Take the entries below and print, exactly, the stretch from the line containing "export interface Person" through the line containing "const url = new", both included.

··········

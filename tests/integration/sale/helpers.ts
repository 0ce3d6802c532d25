/** People, batches and handler calls for the sale-side integration tests. */
import { randomUUID } from 'node:crypto';
import { sql } from 'drizzle-orm';
import { expect } from 'vitest';
import { UserFacingError } from '../../../src/lib/server/errors';
import { db } from '../../../src/lib/server/db';
import { users } from '../../../src/lib/server/db/schema';
import { stockService } from '../../../src/lib/server/sale-side';
import { uniqueEmail } from '../../helpers/db';

type Role = 'owner' | 'staff' | 'gardener';
export interface Person {
	id: number;
	email: string;
	name: string;
	role: Role;
	units: 'metric';
	emailVerified: true;
}

export async function person(role: Role): Promise<Person> {
	const email = uniqueEmail(role);
	const [row] = await db.insert(users).values({ email, name: `Test ${role}`, passwordHash: 'not-used', role, emailVerifiedAt: new Date() }).returning();
	return { id: row.id, email, name: row.name, role, units: 'metric', emailVerified: true };
}

type Handler = (event: never) => Response | Promise<Response>;

/** Calls a +server.ts handler as the given person (or signed out), with JSON when a body is given. */
export function callAs(handler: Handler, who: Person | null, path: string, init: { method?: string; body?: unknown; params?: Record<string, string> } = {}) {
	const url = new URL(path, 'http://bunchline.test');
	const request = new Request(url, {
		method: init.method ?? (init.body === undefined ? 'GET' : 'POST'),
		...(init.body === undefined ? {} : { headers: { 'content-type': 'application/json' }, body: JSON.stringify(init.body) })
	});
	return Promise.resolve(handler({ request, url, params: init.params ?? {}, locals: { user: who, session: null } } as never));
}

export const today = () => new Date().toISOString().slice(0, 10);
export const daysAgo = (n: number) => new Date(Date.now() - n * 86_400_000).toISOString().slice(0, 10);

export async function batchOf(count: number, owner: Person, cultivar = 'grand-nain') {
	return stockService.receive({ cultivar, count, pottedOn: daysAgo(84), location: undefined }, owner.id, today());
}

export const newClientId = () => randomUUID();

/** Row counts of the sale side's tables: a refused request leaves them as they were. */
export async function saleCounts(): Promise<Record<string, number>> {
	const rows = await db.execute<{ t: string; n: number }>(sql`
		select 'stock_batches' as t, count(*)::int as n from stock_batches union all
		select 'stock_movements', count(*)::int from stock_movements union all
		select 'sales', count(*)::int from sales union all
		select 'plants', count(*)::int from plants union all
		select 'market_days', count(*)::int from market_days union all
		select 'waitlist_entries', count(*)::int from waitlist_entries union all
		select 'on_hand', coalesce(sum(on_hand), 0)::int from stock_batches union all
		select 'claimed', count(claimed_at)::int from plants`);
	return Object.fromEntries([...rows].map((r) => [r.t, r.n]));
}

export interface ApiError {
	error: { message: string; issues: { path: (string | number)[]; message: string }[] };
}

/** The dotted paths of the issues of a refusal with the expected status. */
export async function refusedFields(res: Response, status = 400): Promise<string[]> {
	const text = await res.text();
	if (res.status !== status) throw new Error(`Expected ${status}, got ${res.status}: ${text}`);
	return (JSON.parse(text) as ApiError).error.issues.map((i) => i.path.join('.'));
}

/** The refusal a service call ends in (failing the test when it succeeds or fails otherwise). */
export async function refusal(p: Promise<unknown>): Promise<UserFacingError> {
	const e = await p.then(() => null, (err) => err);
	expect(e).toBeInstanceOf(UserFacingError);
	return e as UserFacingError;
}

··········

* **RESULT FOR THIS EXERCISE**
export interface Person {
	id: number;
	email: string;
	name: string;
	role: Role;
	units: 'metric';
	emailVerified: true;
}

export async function person(role: Role): Promise<Person> {
	const email = uniqueEmail(role);
	const [row] = await db.insert(users).values({ email, name: `Test ${role}`, passwordHash: 'not-used', role, emailVerifiedAt: new Date() }).returning();
	return { id: row.id, email, name: row.name, role, units: 'metric', emailVerified: true };
}

type Handler = (event: never) => Response | Promise<Response>;

/** Calls a +server.ts handler as the given person (or signed out), with JSON when a body is given. */
export function callAs(handler: Handler, who: Person | null, path: string, init: { method?: string; body?: unknown; params?: Record<string, string> } = {}) {
	const url = new URL(path, 'http://bunchline.test');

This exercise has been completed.